Problem to solve. Look through the records below for the line with "userId?: string;". Return that line and each one after it up to and including the line with "export const auditQueries", exactly.

Raw data.
------------

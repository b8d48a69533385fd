import { keepPreviousData, queryOptions } from "@tanstack/react-query";
import { api } from "@/lib/api-client";
import type { Page } from "@shared/api/pagination";
import type { AuditEntryDto, AuditKindName } from "@shared/schemas/audit.schema";

export type AuditListParams = {
  page: number;
  pageSize: number;
  q?: string;
  kind?: AuditKindName;
  userId?: string;
  from?: string;
  to?: string;
};

export const auditKeys = {
  all: ["audit"] as const,
  list: (params: AuditListParams) => [...auditKeys.all, "list", params] as const,
};

export const auditQueries = {
  /** Newest first; the trail is read-only, so there are no mutations here. */
  list: (params: AuditListParams) =>
    queryOptions({
      queryKey: auditKeys.list(params),
      queryFn: ({ signal }) => api.get<Page<AuditEntryDto>>("/audit", { query: params, signal }),
      placeholderData: keepPreviousData,
    }),
};
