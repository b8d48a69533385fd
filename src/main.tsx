import { StrictMode } from "react";
import { createRoot } from "react-dom/client";
import { onlineManager } from "@tanstack/react-query";
import "@fontsource-variable/inter/wght.css";
import "./index.css";
import { AppProvider, createQueryClient } from "@/app/provider";
import { createAppRouter } from "@/app/router";
import { authKeys } from "@/features/auth/api/auth.queries";
import { cachedUserId } from "@/lib/offline/owner";
import { registerServiceWorker } from "@/lib/service-worker";

const root = document.getElementById("root");
if (!root) throw new Error("The page has no #root element");

const queryClient = createQueryClient();
// TanStack Query assumes "online" until the browser says otherwise; a page opened with no network starts offline.
onlineManager.setOnline(navigator.onLine);

/**
 * The offline booth (src/app/offline.ts) is loaded for painters only: at start-up when a painter's cache is on this
 * tablet (restored before the first screen, so a reload with no network still shows the cards), or as soon as a
 * painter signs in.
 */
let offline: Promise<void> | null = null;
const start = (restore: boolean) =>
  (offline ??= import("@/app/offline")
    .then((m) => m.startOffline(queryClient, restore))
    .catch(() => undefined));
const ready = cachedUserId() ? start(true) : Promise.resolve();
queryClient.getQueryCache().subscribe((event) => {
  const user = event.query.queryHash === JSON.stringify(authKeys.me()) ? (event.query.state.data as { role?: string } | null | undefined) : undefined;
  if (user?.role === "painter") void start(false);
});

// The router starts loading the page's code and the signed-in user the moment it exists, so it is made before
// React's first render rather than inside it.
void ready.then(() => {
  const router = createAppRouter(queryClient);
  createRoot(root).render(
    <StrictMode>
      <AppProvider queryClient={queryClient} router={router} />
    </StrictMode>,
  );
});
registerServiceWorker();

------------

Result.
  userId?: string;
  from?: string;
  to?: string;
};

export const auditKeys = {
  all: ["audit"] as const,
  list: (params: AuditListParams) => [...auditKeys.all, "list", params] as const,
};

export const auditQueries = {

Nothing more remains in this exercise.